[Supplied information Boundary: Start]

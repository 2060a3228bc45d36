"""The cheapest calibration schedule for H hours: which knobs, how precisely, how often.

Model (docs/methods.md, *Calibration schedule*). Under the random-sign assumption of
``budget tolerances --assume random`` the leading-order infidelity is s + Σ_i A_ii m_i, m_i the
mean square of knob i (A the quadratic form, s the incoherent floor). A knob measured to a standard
deviation σ and recalibrated every τ hours while drifting at D rad/hour in an unknown direction (the ``[calibration.drift_rad_per_hour]`` rate, else
the knob's inline ``drift_per_hour``) has,
at the end of each interval (its worst time), m = σ² + (D τ)². A knob left alone keeps today's
value δ, known to σ_now when the model gives an uncertainty, and drifts for the whole horizon:
m = (|δ| + D H)² + σ_now². Each measurement costs device time
c(σ) of amplified phase estimation (:mod:`budget.analysis.calibration`, Kimmel, Low, Yoder,
PRA 92, 062315 (2015)), paid H/τ times.

Each knob picks one option o from a menu (leave it; or σ from a geometric grid and H/τ from 1, 2,
4, … rounds), a multiple-choice knapsack written as a mixed-integer linear programme:

    minimise    Σ_io c_io x_io
    subject to  Σ_o x_io = 1                  for every knob i
                Σ_io A_ii m_io x_io <= E - s
                x_io ∈ {0, 1}

solved with ``scipy.optimize.milp`` (HiGHS). The comparison: every calibratable knob measured to
the tightest tolerance of the equal-share allocation (σ = t_min / k), all in common rounds as often
as the budget needs.

Knobs the hardware sets (static ZZ, :data:`~budget.errors.context_terms.HARDWARE_KNOBS`) have one
option, ``"hardware"``: their load A_ii δ² stays whatever is scheduled (a calibration would measure
the coupling, not lower it). When the floor and those loads alone reach the target, no schedule
exists and the message says which couplings must fall (``budget tolerances`` gives their rates).
The signs are random here, as ``budget tolerances --assume random``; the default worst-sign
tolerances are stricter, and the schedule's notes say so.
"""

from __future__ import annotations

import math
from dataclasses import dataclass
from typing import Any

import numpy as np
from scipy.optimize import Bounds, LinearConstraint, milp

from budget.analysis.calibration import CalibrationSettings, SiteRun, _drift_of, _site, read_calibration
from budget.analysis.floor import accurate_floor
from budget.analysis.phase_estimation import Probe, find_probes
from budget.analysis.run import read_circuit, read_model
from budget.analysis.sensitivity import knob_key, quadratic_form
from budget.analysis.tolerances import check_target, tolerances
from budget.analysis.uncertainty import name_of
from budget.circuit.gates import ALIASES
from budget.errors.attach import attach
from budget.errors.context_terms import HARDWARE_KNOBS, HARDWARE_REMEDY, knob_text
from budget.errors.params import GateParams
from budget.problems import InputError

SIGMA_STEPS = 16  # σ grid: σ_ref·2^{-j/2}, j = 1..16 (σ_ref: one knob alone using the whole budget)
MAX_ROUNDS_LOG2 = 10  # up to 1024 calibrations over the horizon


@dataclass(frozen=True)
class KnobSchedule:
    """One knob's part of the schedule. ``action`` is ``"leave"`` or ``"calibrate"``."""

    family: str
    knob: str
    action: str
    sigma_rad: float | None
    every_hours: float | None
    rounds: int
    sites: tuple[SiteRun, ...]
    device_s_per_round: float
    device_s: float
    mean_square_rad2: float
    per_rad2: float
    current_rad: float
    drift_rad_per_hour: float


@dataclass(frozen=True)
class Schedule:
    """The optimal schedule and the everything-at-the-tightest-tolerance comparison."""

    source: str
    target: float
    hours: float
    floor: float
    knobs: tuple[KnobSchedule, ...]
    predicted: float
    device_s: float
    baseline_device_s: float | None
    baseline_sigma_rad: float | None
    baseline_rounds: int | None
    notes: tuple[str, ...] = ()

    @property
    def minutes_per_day(self) -> float:
        return self.device_s / 60 / self.hours * 24


def plan(circuit: Any, errors: Any, *, target: float, hours: float, cycles: int = 1, metric: str = "process",
         engine: str = "auto") -> Schedule:
    """The cheapest calibration schedule keeping the predicted infidelity below ``target`` for ``hours``."""
    target = check_target(target)
    if isinstance(hours, bool) or not isinstance(hours, (int, float)) or not 0 < hours < math.inf:
        raise InputError(f"hours = {hours!r}: expected a positive number of hours")
    structured = read_circuit(circuit).with_cycles(cycles)
    model = read_model(errors)
    settings = read_calibration(model.calibration, source=model.source)
    noisy = attach(structured, model)
    qf, _ = accurate_floor(quadratic_form(noisy, metric, engine=engine), noisy, metric, target, engine=engine)
    budget = target - qf.floor
    if budget <= 0:
        raise InputError(f"target = {target:g}: the incoherent floor alone is {qf.floor:.3g} (T1/T2 and gate error "
                         "rates); no calibration of the coherent knobs can meet it")
    probes = find_probes(noisy)
    diag = np.diag(np.asarray(qf.matrix, float))
    spreads = knob_spreads(model)
    menus = [_menu(label, float(diag[i]), float(qf.values_rad[i]), probes.get(label, ()), settings, budget, hours,
                   *spreads.get(label, (0.0, 0.0)))
             for i, label in enumerate(qf.labels)]
    fixed = [(m[0], float(diag[i])) for i, m in enumerate(menus)
             if m[0].action == "hardware" and m[0].per_rad2 * m[0].mean_square_rad2 > 0]
    fixed_load = math.fsum(m.per_rad2 * m.mean_square_rad2 for m, _ in fixed)
    if fixed and fixed_load >= budget:
        rows = ", ".join(f"{m.family} at {knob_text(m.current_rad, m.knob, lambda x: f'{x:.3g}')}" for m, _ in fixed)
        raise InputError(f"target = {target:g}: the incoherent floor {qf.floor:.3g} and the static ZZ ({rows}) already "
                         f"give {qf.floor + fixed_load:.3g}; static ZZ is {HARDWARE_REMEDY}; budget tolerances gives "
                         "the rate each coupling may have")
    choice = _solve(menus, diag, budget, structured.source)
    knobs = tuple(sorted((m[c] for m, c in zip(menus, choice)), key=lambda k: (-k.device_s, k.family, k.knob)))
    predicted = qf.floor + float(sum(k.per_rad2 * k.mean_square_rad2 for k in knobs))
    base = _baseline(menus, diag, budget, qf, settings, probes, hours, target)
    notes = ["signs: random, as budget tolerances --assume random (its default, worst signs, asks for tighter "
             "tolerances)"]
    if fixed:
        notes.append(f"static ZZ ({', '.join(m.family for m, _ in fixed)}): {HARDWARE_REMEDY}; its load "
                     f"{fixed_load:.3g} is kept as it is")
    return Schedule(structured.source, target, float(hours), float(qf.floor), knobs, predicted,
                    float(sum(k.device_s for k in knobs)), *base, notes=tuple(notes))


def knob_spreads(model: Any) -> dict[tuple[str, str], tuple[float, float]]:
    """(family, knob) -> (standard deviation today, drift rad/hour) of knobs the model gives with an
    uncertainty or an inline ``drift_per_hour`` (the largest over a family's tables; a uniform
    uncertainty on [low, high] has standard deviation (high - low)/√12)."""
    out: dict[tuple[str, str], tuple[float, float]] = {}
    for s in model.uncertain:
        if s.path[0] != "gates":
            continue
        gate = ALIASES.get(s.path[1], s.path[1])
        knob = name_of(s.path)[0].split(".", 1)[1]
        family = (model.gates.get(gate) or GateParams()).family or gate
        sigma = s.sigma or ((s.high - s.low) / math.sqrt(12) if s.low is not None else 0.0)
        old = out.get((family, knob), (0.0, 0.0))
        out[(family, knob)] = (max(old[0], sigma), max(old[1], s.drift_per_hour))
    return out


def _menu(label: tuple[str, str], a: float, value: float, sites: tuple[Probe, ...], settings: CalibrationSettings,
          budget: float, hours: float, sigma_now: float = 0.0, drift_inline: float = 0.0) -> list[KnobSchedule]:
    """Every option of one knob: leave it, or (σ, rounds) pairs whose experiment exists. A knob left
    alone has mean square (|δ| + D H)² + σ_now² (today's value, its drift, its uncertainty)."""
    family, knob = label
    drift = _drift_of(label, settings.drift_rad_per_hour) or drift_inline
    common = dict(per_rad2=a, current_rad=value, drift_rad_per_hour=drift)
    leave = (abs(value) + drift * hours) ** 2 + sigma_now**2
    if knob in HARDWARE_KNOBS:
        return [KnobSchedule(family, knob, "hardware", None, None, 0, (), 0.0, 0.0, leave, **common)]
    out = [KnobSchedule(family, knob, "leave", None, None, 0, (), 0.0, 0.0, leave, **common)]
    if a <= 0 or not sites:
        return out
    sigma_ref = math.sqrt(budget / a)
    for j in range(1, SIGMA_STEPS + 1):
        sigma = sigma_ref * 2 ** (-j / 2)
        runs = [_site(p, sigma, settings) for p in sites]
        if any(isinstance(r, str) for r in runs):
            break
        per_round = max(r.device_s for r in runs) if settings.parallel_sites else math.fsum(r.device_s for r in runs)
        for k in range(MAX_ROUNDS_LOG2 + 1 if drift else 1):
            rounds = 2**k
            tau = hours / rounds
            out.append(KnobSchedule(family, knob, "calibrate", sigma, tau, rounds, tuple(runs), per_round,
                                    per_round * rounds, sigma**2 + (drift * tau) ** 2, **common))
    return out


def _solve(menus: list[list[KnobSchedule]], diag: np.ndarray, budget: float, source: str) -> list[int]:
    """The MILP of the module docstring; returns the chosen option of each knob."""
    if not menus:  # no coherent knob: nothing to schedule
        return []
    sizes = [len(m) for m in menus]
    n = sum(sizes)
    cost = np.concatenate([[o.device_s for o in m] for m in menus])
    load = np.concatenate([[o.per_rad2 * o.mean_square_rad2 for o in m] for m in menus])
    pick = np.zeros((len(menus), n))
    start = 0
    for i, size in enumerate(sizes):
        pick[i, start:start + size] = 1.0
        start += size
    scale = budget  # keep the budget row near 1 for the solver's tolerances
    res = milp(cost, integrality=np.ones(n), bounds=Bounds(0, 1),
               constraints=[LinearConstraint(pick, 1, 1), LinearConstraint(load[None, :] / scale, -np.inf, 1.0)])
    if res.status != 0 or res.x is None:
        raise InputError(f"{source}: no schedule meets the target even with every knob at the finest precision "
                         f"({res.message})")
    x = np.round(res.x).astype(int)
    out, start = [], 0
    for size in sizes:
        out.append(int(np.argmax(x[start:start + size])))
        start += size
    return out


def _baseline(menus, diag, budget, qf, settings, probes, hours, target) -> tuple:
    """Every calibratable knob at σ = t_min/k (equal-share tolerances, random signs), common rounds."""
    report = tolerances(qf, target, assume="random", allocation="equal")
    finite = [r.tolerance_rad for r in report.rows if 0 < r.tolerance_rad < math.inf and r.knob not in HARDWARE_KNOBS]
    if not finite:
        return None, None, None
    sigma = min(finite) / settings.sigma_factor
    index = {label: i for i, label in enumerate(qf.labels)}
    for k in range(MAX_ROUNDS_LOG2 + 1):
        rounds, total, load = 2**k, 0.0, qf.floor
        for label, i in index.items():
            m = menus[i][0]
            runs = [_site(p, sigma, settings) for p in probes.get(label, ())] if diag[i] > 0 and m.action != "hardware" else []
            if runs and not any(isinstance(r, str) for r in runs):
                per = max(r.device_s for r in runs) if settings.parallel_sites else math.fsum(r.device_s for r in runs)
                total += per * rounds
                load += diag[i] * (sigma**2 + (m.drift_rad_per_hour * hours / rounds) ** 2)
            else:
                load += diag[i] * m.mean_square_rad2
        if load <= target:
            return total, sigma, rounds
    return None, sigma, None


def schedule_json(s: Schedule) -> dict:
    """The schedule as JSON-ready data (docs/json-schema.md, ``budget plan``)."""
    return {
        "target": s.target, "hours": s.hours, "incoherent_floor": s.floor, "predicted_infidelity": s.predicted,
        "device_minutes": s.device_s / 60, "device_minutes_per_day": s.minutes_per_day,
        "baseline": {"device_minutes": None if s.baseline_device_s is None else s.baseline_device_s / 60,
                     "sigma_rad": s.baseline_sigma_rad, "rounds": s.baseline_rounds},
        "notes": list(s.notes),
        "knobs": [
            {"knob": knob_key((k.family, k.knob)), "action": k.action, "sigma_rad": k.sigma_rad,
             "every_hours": k.every_hours, "rounds": k.rounds, "device_minutes": k.device_s / 60,
             "depth": max((r.depth for r in k.sites), default=None),
             "shots_per_round": sum(r.shots_total for r in k.sites) or None,
             "sites": len(k.sites), "current_rad": k.current_rad, "drift_rad_per_hour": k.drift_rad_per_hour,
             "mean_square_rad2": k.mean_square_rad2, "per_rad2": k.per_rad2}
            for k in s.knobs
        ],
    }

[Supplied information Boundary: End]

State how many lines in the entries above include the word "message"; reply with the number alone.

2